El Nazareno le regaló a Hamdi una familia adoptiva que lo ha querido
y lo ha cuidado con amor. Le regaló el cariño de todos los que
lo conocían: de los niños de la escuela, de sus maestros, de
la gente del pueblo y, sobre todo, le regaló la gracia de la fe cristiana:
Hamdi quería ser bautizado, deseaba el Bautismo, pero al final, no pudo
ser, porque murió sin alcanzar la mayoría de edad; se fue sin
el Bautismo de agua, pero Jesús el Nazareno se lo llevó al cielo
con su Bautismo de deseo, ese Bautismo que salva cuando las circunstancias
impiden el otro...
Se me antoja que cuando Hamdi cerró para siempre sus ojos en la tierra,
alguien le estaba esperando en la otra orilla con su túnica morada salpicada
de rosas color de oro, con su corona de espinas y su cruz al hombro, con su
larga cabellera y su rostro transido de dolor y rebosante de cariño...y
se me antoja también, que con sus invisibles brazos abiertos habrá recibido
a Hamdi en las moradas eternas, con las dulces palabras que sólo Él
sabe pronunciar. “Ven, bendito de mi Padre ...”
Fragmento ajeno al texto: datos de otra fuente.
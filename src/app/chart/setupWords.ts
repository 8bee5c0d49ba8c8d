import type { MaterialSetup, Setup } from '../../engine/setup.ts';
import { onWater } from '../state.ts';
import { filmName, skyWords } from '../words/names.ts';

/** What a chart depends on; the rest of a set-up (references, pins, region) belongs to a photo. */
export type ChartSetup = Pick<Setup, 'film' | 'water' | 'light' | 'camera' | 'incidenceDeg'>;

/** The sky that is assumed where nobody named a light; the engine assumes the same. */
export const ASSUMED_DAYLIGHT_K = 6500;

export function chartSetup({ film, water, light, camera, incidenceDeg }: Setup): ChartSetup {
  return {
    film,
    ...(water ? { water } : {}),
    ...(light ? { light } : {}),
    ...(camera ? { camera } : {}),
    ...(incidenceDeg === undefined ? {} : { incidenceDeg }),
  };
}

export function lightWords(light: Setup['light']): string {
  if (light && 'illuminant' in light) return `CIE illuminant ${light.illuminant}`;
  const kelvin = light?.daylightK ?? ASSUMED_DAYLIGHT_K;
  return `daylight of ${kelvin} K (${skyWords(kelvin)})`;
}

export function isSeenByEye(camera: Setup['camera']): boolean {
  return camera === undefined || camera === 'cie1931';
}

export function observerWords(camera: Setup['camera']): string {
  return isSeenByEye(camera) ? 'seen by eye (CIE 1931 observer)' : 'seen by a typical phone camera';
}

/** What the film lies on, in words; for a film of one's own, its layers from the top. Empty for films in air. */
export function surfaceWords({ film, water }: ChartSetup): string {
  if (typeof film !== 'string') {
    const layers = film.layers.map(({ material, thicknessNm }) =>
      thicknessNm === undefined
        ? `${materialWords(material)} (measured)`
        : `${materialWords(material)} ${thicknessNm} nm`,
    );
    return [materialWords(film.ambient), ...layers, materialWords(film.substrate)].join(' / ');
  }
  if (!onWater(film)) return '';
  // Fresh water of 20 °C is what the engine puts under an oil when nobody names the water.
  return water
    ? `on water of ${water.temperatureC} °C, salinity ${water.salinity}`
    : 'on fresh water of 20 °C';
}

function materialWords(material: MaterialSetup): string {
  if (typeof material === 'string') return material;
  const k = material.k ? ` k ${material.k}` : '';
  return 'nD' in material
    ? `n ${material.nD}${k}`
    : `Cauchy A ${material.cauchyA} B ${material.cauchyB} µm²${k}`;
}

/** The set-up in three lines, as it must stand on everything that leaves the screen; the film comes first. */
export function setupLines(setup: ChartSetup): [string, string, string] {
  const angle = `${setup.incidenceDeg ?? 0}° from the vertical`;
  const surface = surfaceWords(setup);
  return [
    filmName(setup.film),
    capital(surface ? `${surface}, ${angle}` : angle),
    capital(`${lightWords(setup.light)}, ${observerWords(setup.camera)}`),
  ];
}

const capital = (text: string) => text.charAt(0).toUpperCase() + text.slice(1);

/** "soap-film-0deg": for file names, in ASCII. */
export function fileStem({ film, incidenceDeg = 0 }: ChartSetup): string {
  const name = filmName(film)
    .replaceAll('₂', '2')
    .toLowerCase()
    .replace(/[^a-z0-9]+/g, '-')
    .replace(/^-|-$/g, '');
  return `${name}-${incidenceDeg}deg`;
}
Desde entonces, desde hace ya siete años, falta Hamdi junto al Señor
de su Cofradía desfilando pegado a los costaleros en su carrito de ruedas.
Pero ya no le hace falta el carrito para estar junto a Jesús. Se me
figura que esos brazos invisibles del Nazareno, pasearán a Hamdi por
la inmensidad del cielo y a través de alguna estrella, contemplarán
con cariño el desfile procesional del Viernes Santo en la noche paduleña,
bajo la mirada amorosa de Jesús bendiciendo a su pueblo que también
se acoge a Él, y la de Hamdi, candorosa y tierna, mirando a sus costaleros
y viendo complacido a los que tanto, en esta tierra, le quisieron.